# Sessions signs with Wolves



## roux (Jun 20, 2006)

http://sports.espn.go.com/nba/news/story?id=4445416&campaign=rss&source=NBAHeadlines

Bye Ramon


----------



## Krstic All-Star (Mar 9, 2005)

This news disappoints me greatly...


----------



## Bubbles (Nov 12, 2005)

Wow this was out of the blue. His name wasn't connected to Minny all of this offseason. Interesting, hopefully he has the same success that he did this past season.


----------



## narek (Jul 29, 2005)

I was in Minneapolis all weekend, and didn't catch the news, or Sessions hanging out anywhere.

Someday soon, the Knicks will be kicking themselves.


----------



## Krstic All-Star (Mar 9, 2005)

^ Knicks fans already are...


----------



## WillFlight! (Jul 11, 2009)

I sure would suck to sign a 4 year deal to back up Flynn, if that is what ends up happening. Flynn looked good in summer league (I know its just summer league) and was great down the stretch for Syracuse. He may be ready for minutes right away.


----------



## Bubbles (Nov 12, 2005)

I doubt he would sign a four year deal to back up Flynn right now. However, I doubt it will be four years before Flynn is starting. So most likely the Wolves trade him in (depending on Flynn's progression) between the trade deadline of Session's second year and the trade deadline of Session's third year.


----------



## narek (Jul 29, 2005)

Quite Frankly said:


> I doubt he would sign a four year deal to back up Flynn right now. However, I doubt it will be four years before Flynn is starting. So most likely the Wolves trade him in (depending on Flynn's progression) between the trade deadline of Session's second year and the trade deadline of Session's third year.


or they could trade Flynn. 

Nothing wrong with having two guys who can play the point and start. It's better than having no one who can play the point.


----------



## roux (Jun 20, 2006)

Sessions is so much better than ridnour and he is cheaper too, that is the only thing that is really chaffing my *** about this whole thing


----------



## Bubbles (Nov 12, 2005)

roux2dope said:


> Sessions is so much better than ridnour and he is cheaper too, that is the only thing that is really chaffing my *** about this whole thing


Thankfully Rindour expires after this year.


----------



## roux (Jun 20, 2006)

Quite Frankly said:


> Thankfully Rindour expires after this year.


counting down the days to the trade deadline when that cexpiring becomes a hot commodity for contenders looking for a veteren pile of crap pg :beheader:


----------



## Bubbles (Nov 12, 2005)

roux2dope said:


> counting down the days to the trade deadline when that cexpiring becomes a hot commodity for contenders looking for a *veteren pile of crap pg* :beheader:


:lol:


----------



## Tom (Jul 15, 2002)

Well, Ridnour is a real hard-nosed player...was he a coaches son?


----------



## narek (Jul 29, 2005)

Today's the last day for the Bucks to match. 
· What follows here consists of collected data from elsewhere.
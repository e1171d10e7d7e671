/**
 * Dates and times, for every runtime: one cache of Intl.DateTimeFormat objects (building one costs far
 * more than using it), the time zone a workshop is in when none is known yet, and the one way an
 * instant becomes ISO 8601 text in API answers.
 */

/** The workshop table's default (server/db/schema/workshops.ts); shown until the signed-in workshop's own zone is known. */
export const DEFAULT_TIME_ZONE = 'Europe/London'

const formats = new Map<string, Intl.DateTimeFormat>()

/** A cached formatter; UK style by default, like the money formatter in shared/money.ts. */
export function dateTimeFormat(options: Intl.DateTimeFormatOptions, locale = 'en-GB'): Intl.DateTimeFormat {
  const key = `${locale}|${JSON.stringify(options)}`
  let format = formats.get(key)
  if (!format) {
    format = new Intl.DateTimeFormat(locale, options)
    formats.set(key, format)
  }
  return format
}

/** An instant as ISO 8601 text, or null when there is none. */
export function iso(d: Date | null | undefined): string | null {
  return d ? d.toISOString() : null
}
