/**
 * Text messages, for every runtime: how many segments (billable SMS parts) a text needs, and a typed
 * phone number turned into E.164, the form the provider takes and the database keeps.
 */
import { type CountryCode, ParseError, type PhoneNumber, parsePhoneNumberWithError, validatePhoneNumberLength } from 'libphonenumber-js'

/**
 * The GSM 7-bit default alphabet of 3GPP TS 23.038 §6.2.1, in table order, without the escape code
 * (0x1B) that leads into the extension table. Each of these takes one septet.
 */
const GSM7_BASIC = new Set(
  '@£$¥èéùìòÇ\nØø\rÅåΔ_ΦΓΛΩΠΨΣΘΞÆæßÉ !"#¤%&\'()*+,-./0123456789:;<=>?¡ABCDEFGHIJKLMNOPQRSTUVWXYZÄÖÑÜ§¿abcdefghijklmnopqrstuvwxyzäöñüà',
)

/** The extension table of TS 23.038 §6.2.1.1 (form feed, ^ { } \ [ ~ ] | €): escape + code, two septets each. */
const GSM7_EXTENSION = new Set('\f^{}\\[~]|€')

/**
 * Units a segment holds. 140 octets of user data carry 160 septets or 70 UCS-2 units; concatenated
 * parts spend 6 octets on the user data header, leaving 153 septets or 67 units (Twilio, "What the
 * heck is a segment?" and its Messaging Segment Calculator).
 */
const CAPACITY = {
  'GSM-7': { single: 160, concatenated: 153 },
  'UCS-2': { single: 70, concatenated: 67 },
} as const

export type SmsEncoding = keyof typeof CAPACITY

export interface SmsSegments {
  encoding: SmsEncoding
  /** Septets for GSM-7, UTF-16 code units for UCS-2. */
  units: number
  /** 0 for an empty text: nothing would be sent (the provider refuses an empty body). */
  segments: number
}

/**
 * The segments a text needs as an SMS. One character outside the GSM-7 alphabet (an em dash, a
 * curly quote, an emoji) makes the whole text UCS-2, where a character beyond the Basic
 * Multilingual Plane takes two units. A two-unit character is never split between two parts, so it
 * moves whole to the next one, as Twilio's segment calculator does.
 */
export function smsSegments(text: string): SmsSegments {
  const characters = [...text]
  const encoding: SmsEncoding = characters.every((c) => GSM7_BASIC.has(c) || GSM7_EXTENSION.has(c)) ? 'GSM-7' : 'UCS-2'
  const costs = characters.map((c) => (encoding === 'GSM-7' ? (GSM7_EXTENSION.has(c) ? 2 : 1) : c.length))
  const units = costs.reduce((sum, cost) => sum + cost, 0)
  const capacity = CAPACITY[encoding]
  if (units === 0) return { encoding, units, segments: 0 }
  if (units <= capacity.single) return { encoding, units, segments: 1 }
  let segments = 1
  let used = 0
  for (const cost of costs) {
    if (used + cost > capacity.concatenated) {
      segments += 1
      used = 0
    }
    used += cost
  }
  return { encoding, units, segments }
}

export type PhoneRefusal = 'empty' | 'not_a_number' | 'invalid_country' | 'too_short' | 'too_long' | 'invalid_length' | 'extension'

export type NormalisedPhone = { ok: true; e164: string } | { ok: false; reason: PhoneRefusal; message: string }

const REFUSALS: Record<PhoneRefusal, string> = {
  empty: 'Enter a phone number.',
  not_a_number: 'This is not a phone number: use digits, with spaces or dashes if you like, and + before a country code.',
  invalid_country: 'Start the number with + and its country code (for example +44), or check the country code.',
  too_short: 'This number is too short.',
  too_long: 'This number is too long.',
  invalid_length: 'This number has the wrong number of digits for its country.',
  extension: 'A text cannot go to an extension: enter the number without it.',
}

const refuse = (reason: PhoneRefusal): NormalisedPhone => ({ ok: false, reason, message: REFUSALS[reason] })

/**
 * A phone number as typed ("07700 900123", "+44 (0)7700 900123", "0044 7700 900123") in E.164
 * ("+447700900123"), numbers without a country code read as `defaultCountry`'s. The whole input must
 * be the number (libphonenumber-js `extract: false`), so "call 07700 900123" is refused.
 *
 * Checked by length for the country (libphonenumber-js `isPossible`), not against the numbering
 * plan (`isValid`): the plan in a bundled copy of the metadata goes out of date as ranges are
 * allocated, and it rejects the ranges Ofcom keeps for drama and testing (07700 900xxx), which the
 * demo data and tests use. A mistyped number of a possible length still gets through; the
 * provider's refusal then says so.
 */
export function normalisePhone(input: string, defaultCountry: CountryCode = 'GB'): NormalisedPhone {
  const text = input.trim()
  if (!text) return refuse('empty')
  let parsed: PhoneNumber
  try {
    parsed = parsePhoneNumberWithError(text, { defaultCountry, extract: false })
  } catch (err) {
    if (err instanceof ParseError) return refuse(isLengthReason(err.message) ? LENGTH_REFUSALS[err.message] : 'not_a_number')
    throw err
  }
  if (!parsed.isPossible()) return refuse(LENGTH_REFUSALS[validatePhoneNumberLength(parsed.number) ?? 'INVALID_LENGTH'])
  if (parsed.ext) return refuse('extension')
  return { ok: true, e164: parsed.number }
}

type LengthReason = NonNullable<ReturnType<typeof validatePhoneNumberLength>>

/** libphonenumber-js's reasons, which its ParseError also carries as its message. */
const LENGTH_REFUSALS: Record<LengthReason, PhoneRefusal> = {
  NOT_A_NUMBER: 'not_a_number',
  INVALID_COUNTRY: 'invalid_country',
  TOO_SHORT: 'too_short',
  TOO_LONG: 'too_long',
  INVALID_LENGTH: 'invalid_length',
}

const isLengthReason = (value: string): value is LengthReason => Object.hasOwn(LENGTH_REFUSALS, value)
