/**
 * The severity levels and how each is shown, with no zod: the client's theme needs this table at
 * start-up, and importing it from the zod contract would put zod in the bundle every page loads
 * first. The contract (SeveritySchema) lives in schemas/severity.ts, which re-exports all of this.
 */

/** Most serious first: lists of findings sort in this order. */
export const severityCodes = ['urgent', 'soon', 'watch', 'ok'] as const
export type Severity = (typeof severityCodes)[number]

export interface SeverityDefinition {
  label: string
  meaning: string
  /** sRGB hex; white text on it meets WCAG AA (checked in tests/client/severity-contrast.test.ts). */
  colour: `#${string}`
  /** A Material Design Icons name; each front end maps it to its own icon (shared/ imports no UI code). */
  icon: `mdi-${string}`
}

/**
 * Severity is always shown as word + icon + colour, never colour alone, so each level has a
 * differently shaped icon as well as its own colour.
 */
export const severities = {
  urgent: {
    label: 'Fix now — safety',
    meaning: 'Unsafe to drive, or damage will spread quickly.',
    colour: '#B3261E',
    icon: 'mdi-alert-octagon',
  },
  soon: {
    label: 'Fix soon',
    meaning: 'Worn or leaking; plan the repair within weeks.',
    colour: '#9A5B00',
    icon: 'mdi-alert',
  },
  watch: {
    label: 'Keep an eye on',
    meaning: 'Within limits today; check again at the next service.',
    colour: '#2F5F8A',
    icon: 'mdi-eye',
  },
  ok: {
    label: 'All good',
    meaning: 'Checked and fine.',
    colour: '#3D6B45',
    icon: 'mdi-check-circle',
  },
} as const satisfies Record<Severity, SeverityDefinition>

export type SeverityIconName = (typeof severities)[Severity]['icon']
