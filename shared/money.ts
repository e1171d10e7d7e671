/**
 * The only place money is parsed from text, formatted or rounded.
 *
 * Amounts are integer minor units of an ISO 4217 currency, held as bigints while the engine
 * works so every product (rate × hours, net × tax rate) is exact before its single rounding.
 * Currency data and formatting come from dinero.js. The rounding itself is done here on bare
 * bigints with dinero.js's rules (`halfUp`, `down`) rather than by calling them: each call to
 * those builds a dozen closures, and on a 1,000-line estimate that was about 3 MB of extra
 * garbage per call and a quarter of the time (measured). tests/shared/money.test.ts checks these helpers
 * against dinero.js's `halfUp`/`down` and against its object API (multiply + transformScale).
 */
import type { DineroCurrency } from 'dinero.js/bigint'
import { dinero, toDecimal } from 'dinero.js/bigint'
import * as dineroCurrencies from 'dinero.js/bigint/currencies'

export type Currency = DineroCurrency<bigint>

/**
 * dinero.js currencies the engine refuses, with the reason. Every other dinero.js currency is
 * cross-checked against the ISO 4217 list in tests/shared/estimate.currencies.test.ts.
 */
export const EXCLUDED_CURRENCIES: Readonly<Record<string, string>> = {
  MGA: 'dinero.js models it as base 5 with one minor digit; ISO 4217 lists 2 decimal digits',
  MRU: 'dinero.js models it as base 5 with one minor digit; ISO 4217 lists 2 decimal digits',
  XAD: 'not in the pinned ISO 4217 data (currency-codes 2.2.0), so its minor unit cannot be cross-checked',
  XCG: 'not in the pinned ISO 4217 data (currency-codes 2.2.0), so its minor unit cannot be cross-checked',
}

const currencies: ReadonlyMap<string, Currency> = new Map(
  (Object.values(dineroCurrencies) as Currency[]).filter((c) => !Object.hasOwn(EXCLUDED_CURRENCIES, c.code)).map((c) => [c.code, c]),
)

/** ISO 4217 codes the engine accepts, sorted. */
export const SUPPORTED_CURRENCIES: readonly string[] = [...currencies.keys()].sort()

export function isSupportedCurrency(code: string): boolean {
  return currencies.has(code)
}

export function currencyFor(code: string): Currency {
  const currency = currencies.get(code)
  if (!currency) throw new RangeError(`Unsupported currency "${code}"`)
  return currency
}

/** Number of decimal digits in the currency's minor unit: GBP 2, JPY 0, KWD 3. */
export function minorUnitExponent(code: string): number {
  return Number(currencyFor(code).exponent)
}

/**
 * The smallest card payment, in minor units, for the currencies we know it for.
 * Source: Stripe's "supported currencies / minimum charge amounts" page, recalled from memory
 * (USD 0.50, GBP 0.30, EUR 0.50), not read from the page while writing this.
 */
export const CARD_MINIMUM_CHARGE: Readonly<Record<string, number>> = {
  USD: 50,
  GBP: 30,
  EUR: 50,
}

/** 0 means no known minimum: any deposit above zero can be charged. */
export function defaultMinimumCharge(code: string): number {
  return CARD_MINIMUM_CHARGE[code] ?? 0
}

/**
 * Money as a person types it in major units ("12.50", "12.5", "1250" for yen) → integer minor units
 * of `currency`, or null when it is not a plain non-negative amount with at most the currency's
 * ISO 4217 minor digits. Parsed digit by digit (see parseMajorUnits): no float is involved.
 */
export function parseMoney(text: string, currency: string): number | null {
  return parseMajorUnits(text, minorUnitExponent(currency))
}

/**
 * "12.5" or "12.50" in major units → 1250 minor units, for a currency with `exponent` minor digits
 * (ISO 4217: GBP 2, JPY 0); null when it is not a plain amount. Parsed digit by digit: no float.
 */
export function parseMajorUnits(text: string, exponent: number): number | null {
  const pattern = exponent > 0 ? new RegExp(`^(0|[1-9]\\d*)(\\.\\d{1,${exponent}})?$`) : /^(0|[1-9]\d*)$/
  const trimmed = text.trim()
  if (!pattern.test(trimmed)) return null
  const [whole = '0', fraction = ''] = trimmed.split('.')
  const value = Number(whole) * 10 ** exponent + Number(fraction.padEnd(exponent, '0') || '0')
  return Number.isSafeInteger(value) ? value : null
}

/** 1250 → "12.50": minor units as the plain amount people type, without a currency sign. */
export function formatMajorUnits(minor: number, exponent: number): string {
  if (exponent === 0) return String(minor)
  const digits = String(minor).padStart(exponent + 1, '0')
  return `${digits.slice(0, -exponent)}.${digits.slice(-exponent)}`
}

/** Parser and formatter for money typed in major units ("12.50") and held in minor units of the currency. */
export function moneyText(currency: () => string) {
  return {
    parse: (text: string) => parseMoney(text, currency()),
    format: (minor: number) => formatMajorUnits(minor, minorUnitExponent(currency())),
  }
}

const formatters = new Map<string, Intl.NumberFormat>()

/**
 * Formats integer minor units for display, always with the currency's ISO minor digits
 * (Intl's own defaults differ for a few currencies). The amount is handed to Intl as an exact
 * decimal string, so no binary float is involved at any size.
 */
export function formatMoney(amountMinor: number, currency: string, locale = 'en-GB'): string {
  if (!Number.isSafeInteger(amountMinor)) throw new RangeError(`Amount must be an integer number of minor units, got ${amountMinor}`)
  const spec = currencyFor(currency)
  const digits = Number(spec.exponent)
  const key = `${locale}|${currency}`
  let formatter = formatters.get(key)
  if (!formatter) {
    formatter = new Intl.NumberFormat(locale, {
      style: 'currency',
      currency,
      minimumFractionDigits: digits,
      maximumFractionDigits: digits,
    })
    formatters.set(key, formatter)
  }
  const decimal = toDecimal(dinero({ amount: BigInt(amountMinor), currency: spec })) as `${number}`
  return formatter.format(decimal)
}

export type Rounding = 'half-up' | 'down'

/**
 * numerator / denominator rounded once to an integer.
 * half-up: halves go up (HMRC's "nearest penny"); down: drops the fraction (HMRC's invoice concession).
 * Money in an estimate is never negative, so negative numerators are refused rather than given a rule.
 */
export function divideRounded(numerator: bigint, denominator: bigint, rounding: Rounding): bigint {
  if (denominator <= 0n) throw new RangeError('Denominator must be positive')
  if (numerator < 0n) throw new RangeError('Amount must not be negative')
  const quotient = numerator / denominator
  if (rounding === 'down') return quotient
  const remainder = numerator - quotient * denominator
  return remainder * 2n >= denominator ? quotient + 1n : quotient
}

const powersOfTen = Array.from({ length: 16 }, (_, i) => 10n ** BigInt(i))

/** amount × (scaled / 10^places), rounded once: rate × hours, unit price × quantity, net × tax rate. */
export function multiplyRounded(amount: bigint, scaled: bigint, places: number, rounding: Rounding): bigint {
  return divideRounded(amount * scaled, powersOfTen[places] ?? 10n ** BigInt(places), rounding)
}

/**
 * Splits `total` across `weights` in proportion, by the largest-remainder method: everyone gets
 * the floor of their exact share, then the units left over go one each to the largest
 * remainders, ties to the earlier position. The shares always sum to `total`.
 *
 * dinero.js's own `allocate` is not used because it hands leftover units to the largest
 * ratios rather than the largest remainders (e.g. 2 over weights [4, 3] gives [2, 0] there,
 * [1, 1] here), and its tie order is not specified.
 */
export function allocateLargestRemainder(total: bigint, weights: readonly bigint[]): bigint[] {
  let sum = 0n
  for (const w of weights) {
    if (w < 0n) throw new RangeError('Weights must not be negative')
    sum += w
  }
  if (total === 0n || sum === 0n) return weights.map(() => 0n)
  const shares = new Array<bigint>(weights.length)
  const remainders = new Array<bigint>(weights.length)
  let left = total
  for (let i = 0; i < weights.length; i++) {
    const exact = total * (weights[i] as bigint)
    const share = exact / sum
    shares[i] = share
    remainders[i] = exact - share * sum
    left -= share
  }
  if (left > 0n) {
    for (const index of largestFirst(remainders, sum, Number(left))) shares[index] = (shares[index] as bigint) + 1n
  }
  return shares
}

/**
 * Positions of the `count` largest remainders, ties to the earlier position. When the numbers
 * allow, each (remainder, position) pair is packed into one float key so the native typed-array
 * sort can order them; a comparator sort of a thousand bigints was a visible share of the time.
 */
function largestFirst(remainders: readonly bigint[], below: bigint, count: number): number[] {
  const n = remainders.length
  if (below * BigInt(n) <= BigInt(Number.MAX_SAFE_INTEGER)) {
    const keys = new Float64Array(n)
    for (let i = 0; i < n; i++) keys[i] = Number(remainders[i] as bigint) * n + (n - 1 - i)
    keys.sort()
    const picked: number[] = []
    for (let k = n - 1; picked.length < count; k--) picked.push(n - 1 - ((keys[k] as number) % n))
    return picked
  }
  return remainders
    .map((_, i) => i)
    .sort((a, b) => {
      const ra = remainders[a] as bigint
      const rb = remainders[b] as bigint
      return ra === rb ? a - b : ra > rb ? -1 : 1
    })
    .slice(0, count)
}
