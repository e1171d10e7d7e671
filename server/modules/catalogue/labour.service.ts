import type { Request } from 'express'
import { and, eq, sql } from 'drizzle-orm'
import { accessSteps, labourOperations } from '../../db/schema'
import { auditContextOf, recordAudit } from '../../lib/audit'
import { deleteOrRefuse } from '../../lib/db-errors'
import { type ErrorIssue, NotFoundError, ValidationError } from '../../lib/errors'
import { accessHours, findLoop } from '../../../shared/catalogue/access-graph'
import { normalizeDecimal, toHundredths } from '../../../shared/catalogue/decimal'
import { labourPrice } from '../../../shared/catalogue/pricing'
import type { StaffPrincipal } from '../../../shared/schemas/auth'
import type {
  AccessStep,
  AccessStepInput,
  ClockTime,
  ClockTimeInput,
  ImportIssue,
  ImportReport,
  LabourOperation,
  LabourOperationInput,
  LabourSearchQuery,
  Pricing,
  TimeComparisonQuery,
  TimeComparisonRow,
} from '../../../shared/schemas/catalogue'
import type { Page } from '../../../shared/schemas/common'
import { guardText, joinList, writeCsv } from './catalogue.csv'
import { type ImportTable, type PlannedRow, planImport, reportOf } from './catalogue.import'
import { codeTaken, lockImports, refuseImport } from './catalogue.shared'
import { operationTable, operationTemplateRow, stepTable, stepTemplateRow } from './labour.import'
import { type LabourRepo, type OperationRecord, type Queryable, type StepWithIncludes, chunks } from './labour.repo'
import type { PricingRepo } from './pricing.repo'

interface GraphStep {
  id: string
  code: string
  name: string
  hours: string
  includes: string[]
}
type Graph = Map<string, GraphStep>

const graphOf = (steps: StepWithIncludes[]): Graph =>
  new Map(
    steps.map((s) => [
      s.row.code,
      { id: s.row.id, code: s.row.code, name: s.row.name, hours: normalizeDecimal(s.row.hours), includes: s.includes },
    ]),
  )

const inputOf = (row: OperationRecord, stepCodes: string[]): LabourOperationInput => ({
  code: row.code,
  name: row.name,
  synonyms: row.synonyms,
  system: row.system,
  vehicleGroups: row.vehicleGroups,
  side: row.side,
  bookHours: normalizeDecimal(row.bookHours),
  category: row.category,
  accessSteps: stepCodes,
  notes: row.notes,
})

/** Book time includes access time, so access may not take longer than the whole operation. */
function bookTimeIssue(bookHours: string, stepCodes: string[], graph: Graph): string | null {
  const access = accessHours(stepCodes, graph)
  if (toHundredths(access) <= toHundredths(bookHours)) return null
  return `The access steps take ${access} h, more than the book time of ${normalizeDecimal(bookHours)} h (book time includes access).`
}

function operationIssues(input: LabourOperationInput, graph: Graph): { field: string; message: string }[] {
  const unknown = input.accessSteps.filter((c) => !graph.has(c))
  if (unknown.length > 0)
    return [
      {
        field: 'accessSteps',
        message: `No access step with the code ${unknown.map((c) => `"${c}"`).join(', ')}. Add it under Access steps first.`,
      },
    ]
  const duplicate = input.accessSteps.find((c, i) => input.accessSteps.indexOf(c) !== i)
  if (duplicate) return [{ field: 'accessSteps', message: `"${duplicate}" is listed twice.` }]
  const tooLong = bookTimeIssue(input.bookHours, input.accessSteps, graph)
  return tooLong ? [{ field: 'bookHours', message: tooLong }] : []
}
> Barring a last-minute deal to clear some salary space, the Bucks are not in position to sign Sessions and remain below the league's luxury tax level of $69.92 million. General manager John Hammond has emphasized throughout the off-season that the franchise will not exceed the tax level.
> 
> "We want to keep our options open until the last possible minute," Hammond said Thursday. He indicated he was continuing talks with other teams about potential trades.


http://www.jsonline.com/sports/bucks/58676877.html

don't think any trade's gonna happen myself.


----------



## c_dog (Sep 15, 2002)

shame.. that contract's a bargain for a player of his caliber, even as a backup to jennings eventually.


----------



## roux (Jun 20, 2006)

c_dog said:


> shame.. that contract's a bargain for a player of his caliber, even as a backup to jennings eventually.


This is true


----------



## roux (Jun 20, 2006)

http://www.jsonline.com/blogs/sports/59050727.html

Its official, we decline to match


----------